Output all records precisely as written.

*** Opening of Material to process ***

package main

import (
	"bytes"
	"encoding/json"
	"fmt"
	"maps"
	"slices"
	"strconv"
	"strings"

	"lanternbook/calc"
)

// draft is a document while a form's edits are gathered: the values as they
// come to be, and the JSON Patch that makes them so. Numbers keep the text that
// the document has.
type draft struct {
	tree any // of map[string]any, []any, json.Number, string, bool and nil
	ops  []calc.Operation
}

// newDraft starts from a document, which the strict reader has taken before.
func newDraft(document []byte) (*draft, error) {
	tree, err := decodeTree(document)
	return &draft{tree: tree}, err
}

func decodeTree(document []byte) (any, error) {
	reader := json.NewDecoder(bytes.NewReader(document))
	reader.UseNumber()
	var tree any
	err := reader.Decode(&tree)
	return tree, err
}

// asTree turns any value into what decodeTree makes of its JSON.
func asTree(value any) (any, error) {
	text, err := json.Marshal(value)
	if err != nil {
		return nil, err
	}
	return decodeTree(text)
}

// get returns the value at a JSON Pointer, and whether there is one.
func (d *draft) get(at string) (any, bool) {
	node := d.tree
	for _, token := range pointerTokens(at) {
		switch n := node.(type) {
		case map[string]any:
			value, has := n[token]
			if !has {
				return nil, false
			}
			node = value
		case []any:
			i, err := strconv.Atoi(token)
			if err != nil || i < 0 || i >= len(n) {
				return nil, false
			}
			node = n[i]
		default:
			return nil, false
		}
	}
	return node, true
}

// set gives the place at a JSON Pointer a value, whether or not it has one. An
// object that should hold it and is missing is made. A value equal to what
// stands there changes nothing.
func (d *draft) set(at string, value any) error {
	value, err := asTree(value)
	if err != nil {
		return err
	}
	old, has := d.get(at)
	if has && sameJSON(old, value) {
		return nil
	}
	parent, _ := pointerSplit(at)
	if _, there := d.get(parent); !there {
		if err := d.set(parent, map[string]any{}); err != nil {
			return err
		}
	}
	op := "add"
	if has {
		op = "replace"
	}
	return d.do(op, at, value)
}

// insert puts a value into a list, before what stands at the pointer; "-" as
// its last part is the end of the list. A list that is missing is made.
func (d *draft) insert(at string, value any) error {
	value, err := asTree(value)
	if err != nil {
		return err
	}
	parent, _ := pointerSplit(at)
	if _, there := d.get(parent); !there {
		return d.set(parent, []any{value})
	}
	return d.do("add", at, value)
}

// remove takes the value at a JSON Pointer away, if there is one.
func (d *draft) remove(at string) error {
	if _, has := d.get(at); !has {
		return nil
	}
	return d.do("remove", at, nil)
}

// do applies one operation to the tree and notes it.
func (d *draft) do(op, at string, value any) error {
	noted, err := asTree(value) // a copy: later operations change what is in the tree
	if err != nil {
		return err
	}
	tree, err := putAt(d.tree, pointerTokens(at), op, value)
	if err != nil {
		return fmt.Errorf("%s %s: %w", op, at, err)
	}
	d.tree = tree
	d.ops = append(d.ops, calc.Operation{Op: op, Path: at, Value: noted})
	return nil
}

// patch is the JSON Patch gathered so far.
func (d *draft) patch() ([]byte, error) {
	if d.ops == nil {
		return []byte("[]"), nil
	}
	return json.Marshal(d.ops)
}

// putAt returns node with an operation done at the path below it.
func putAt(node any, path []string, op string, value any) (any, error) {
	if len(path) == 0 {
		return value, nil
	}
	token, last := path[0], len(path) == 1
	switch n := node.(type) {
	case map[string]any:
		if last {
			if op == "remove" {
				delete(n, token)
			} else {
				n[token] = value
			}
			return n, nil
		}
		child, err := putAt(n[token], path[1:], op, value)
		if err == nil {
			n[token] = child
		}
		return n, err
	case []any:
		i, err := strconv.Atoi(token)
		if token == "-" && last {
			i, err = len(n), nil
		}
		most := len(n) - 1
		if last && op == "add" {
			most = len(n)
		}
		switch {
		case err != nil || i < 0 || i > most:
			return n, fmt.Errorf("there is no place %q in the list", token)
		case !last:
			n[i], err = putAt(n[i], path[1:], op, value)
			return n, err
		case op == "add":
			return slices.Insert(n, i, value), nil
		case op == "remove":
			return slices.Delete(n, i, i+1), nil
		}
		n[i] = value
		return n, nil
	}
	return node, fmt.Errorf("there is nothing that could hold %q", token)
}

// sameJSON tells whether two values are the same JSON value: 2.20 is 2.2.
func sameJSON(a, b any) bool {
	switch x := a.(type) {
	case map[string]any:
		y, ok := b.(map[string]any)
		if !ok || len(x) != len(y) {
			return false
		}
		for key, value := range x {
			if other, has := y[key]; !has || !sameJSON(value, other) {
				return false
			}
		}
		return true
	case []any:
		y, ok := b.([]any)
		return ok && slices.EqualFunc(x, y, sameJSON)
	case json.Number:
		y, ok := b.(json.Number)
		if !ok {
			return false
		}
		p, err := x.Float64()
		q, failed := y.Float64()
		return err == nil && failed == nil && p == q
	}
	return a == b
}

// pointerTokens splits a JSON Pointer (RFC 6901) into its parts.
func pointerTokens(at string) []string {
	if at == "" {
		return nil
	}
	parts := strings.Split(strings.TrimPrefix(at, "/"), "/")
	for i, p := range parts {
		parts[i] = strings.ReplaceAll(strings.ReplaceAll(p, "~1", "/"), "~0", "~")
	}
	return parts
}

// pointerEscape makes a key one part of a JSON Pointer.
func pointerEscape(key string) string {
	return strings.ReplaceAll(strings.ReplaceAll(key, "~", "~0"), "/", "~1")
}

// pointerSplit cuts the last part off a JSON Pointer.
func pointerSplit(at string) (parent, last string) {
	i := strings.LastIndexByte(at, '/')
	if i < 0 {
		return "", at
	}
	return at[:i], at[i+1:]
}

// fromTree reads a value of a tree into a type of ours.
func fromTree(value, into any) error {
	text, err := json.Marshal(value)
	if err != nil {
		return err
	}
	return json.Unmarshal(text, into)
}

// sortedKeys lists an object's keys in an order that does not change.
func sortedKeys(object map[string]any) []string {
	return slices.Sorted(maps.Keys(object))
}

*** Close of Material to process ***

● Expected answer:
package main

import (
	"bytes"
	"encoding/json"
	"fmt"
	"maps"
	"slices"
	"strconv"
	"strings"

	"lanternbook/calc"
)

// draft is a document while a form's edits are gathered: the values as they
// come to be, and the JSON Patch that makes them so. Numbers keep the text that
// the document has.
type draft struct {
	tree any // of map[string]any, []any, json.Number, string, bool and nil
	ops  []calc.Operation
}

// newDraft starts from a document, which the strict reader has taken before.
func newDraft(document []byte) (*draft, error) {
	tree, err := decodeTree(document)
	return &draft{tree: tree}, err
}

func decodeTree(document []byte) (any, error) {
	reader := json.NewDecoder(bytes.NewReader(document))
	reader.UseNumber()
	var tree any
	err := reader.Decode(&tree)
	return tree, err
}

// asTree turns any value into what decodeTree makes of its JSON.
func asTree(value any) (any, error) {
	text, err := json.Marshal(value)
	if err != nil {
		return nil, err
	}
	return decodeTree(text)
}

// get returns the value at a JSON Pointer, and whether there is one.
func (d *draft) get(at string) (any, bool) {
	node := d.tree
	for _, token := range pointerTokens(at) {
		switch n := node.(type) {
		case map[string]any:
			value, has := n[token]
			if !has {
				return nil, false
			}
			node = value
		case []any:
			i, err := strconv.Atoi(token)
			if err != nil || i < 0 || i >= len(n) {
				return nil, false
			}
			node = n[i]
		default:
			return nil, false
		}
	}
	return node, true
}

// set gives the place at a JSON Pointer a value, whether or not it has one. An
// object that should hold it and is missing is made. A value equal to what
// stands there changes nothing.
func (d *draft) set(at string, value any) error {
	value, err := asTree(value)
	if err != nil {
		return err
	}
	old, has := d.get(at)
	if has && sameJSON(old, value) {
		return nil
	}
	parent, _ := pointerSplit(at)
	if _, there := d.get(parent); !there {
		if err := d.set(parent, map[string]any{}); err != nil {
			return err
		}
	}
	op := "add"
	if has {
		op = "replace"
	}
	return d.do(op, at, value)
}

// insert puts a value into a list, before what stands at the pointer; "-" as
// its last part is the end of the list. A list that is missing is made.
func (d *draft) insert(at string, value any) error {
	value, err := asTree(value)
	if err != nil {
		return err
	}
	parent, _ := pointerSplit(at)
	if _, there := d.get(parent); !there {
		return d.set(parent, []any{value})
	}
	return d.do("add", at, value)
}

// remove takes the value at a JSON Pointer away, if there is one.
func (d *draft) remove(at string) error {
	if _, has := d.get(at); !has {
		return nil
	}
	return d.do("remove", at, nil)
}

// do applies one operation to the tree and notes it.
func (d *draft) do(op, at string, value any) error {
	noted, err := asTree(value) // a copy: later operations change what is in the tree
	if err != nil {
		return err
	}
	tree, err := putAt(d.tree, pointerTokens(at), op, value)
	if err != nil {
		return fmt.Errorf("%s %s: %w", op, at, err)
	}
	d.tree = tree
	d.ops = append(d.ops, calc.Operation{Op: op, Path: at, Value: noted})
	return nil
}

// patch is the JSON Patch gathered so far.
func (d *draft) patch() ([]byte, error) {
	if d.ops == nil {
		return []byte("[]"), nil
	}
	return json.Marshal(d.ops)
}

// putAt returns node with an operation done at the path below it.
func putAt(node any, path []string, op string, value any) (any, error) {
	if len(path) == 0 {
		return value, nil
	}
	token, last := path[0], len(path) == 1
	switch n := node.(type) {
	case map[string]any:
		if last {
			if op == "remove" {
				delete(n, token)
			} else {
				n[token] = value
			}
			return n, nil
		}
		child, err := putAt(n[token], path[1:], op, value)
		if err == nil {
			n[token] = child
		}
		return n, err
	case []any:
		i, err := strconv.Atoi(token)
		if token == "-" && last {
			i, err = len(n), nil
		}
		most := len(n) - 1
		if last && op == "add" {
			most = len(n)
		}
		switch {
		case err != nil || i < 0 || i > most:
			return n, fmt.Errorf("there is no place %q in the list", token)
		case !last:
			n[i], err = putAt(n[i], path[1:], op, value)
			return n, err
		case op == "add":
			return slices.Insert(n, i, value), nil
		case op == "remove":
			return slices.Delete(n, i, i+1), nil
		}
		n[i] = value
		return n, nil
	}
	return node, fmt.Errorf("there is nothing that could hold %q", token)
}

// sameJSON tells whether two values are the same JSON value: 2.20 is 2.2.
func sameJSON(a, b any) bool {
	switch x := a.(type) {
	case map[string]any:
		y, ok := b.(map[string]any)
		if !ok || len(x) != len(y) {
			return false
		}
		for key, value := range x {
			if other, has := y[key]; !has || !sameJSON(value, other) {
				return false
			}
		}
		return true
	case []any:
		y, ok := b.([]any)
		return ok && slices.EqualFunc(x, y, sameJSON)
	case json.Number:
		y, ok := b.(json.Number)
		if !ok {
			return false
		}
		p, err := x.Float64()
		q, failed := y.Float64()
		return err == nil && failed == nil && p == q
	}
	return a == b
}

// pointerTokens splits a JSON Pointer (RFC 6901) into its parts.
func pointerTokens(at string) []string {
	if at == "" {
		return nil
	}
	parts := strings.Split(strings.TrimPrefix(at, "/"), "/")
	for i, p := range parts {
		parts[i] = strings.ReplaceAll(strings.ReplaceAll(p, "~1", "/"), "~0", "~")
	}
	return parts
}

// pointerEscape makes a key one part of a JSON Pointer.
func pointerEscape(key string) string {
	return strings.ReplaceAll(strings.ReplaceAll(key, "~", "~0"), "/", "~1")
}

// pointerSplit cuts the last part off a JSON Pointer.
func pointerSplit(at string) (parent, last string) {
	i := strings.LastIndexByte(at, '/')
	if i < 0 {
		return "", at
	}
	return at[:i], at[i+1:]
}

// fromTree reads a value of a tree into a type of ours.
func fromTree(value, into any) error {
	text, err := json.Marshal(value)
	if err != nil {
		return err
	}
	return json.Unmarshal(text, into)
}

// sortedKeys lists an object's keys in an order that does not change.
func sortedKeys(object map[string]any) []string {
	return slices.Sorted(maps.Keys(object))
}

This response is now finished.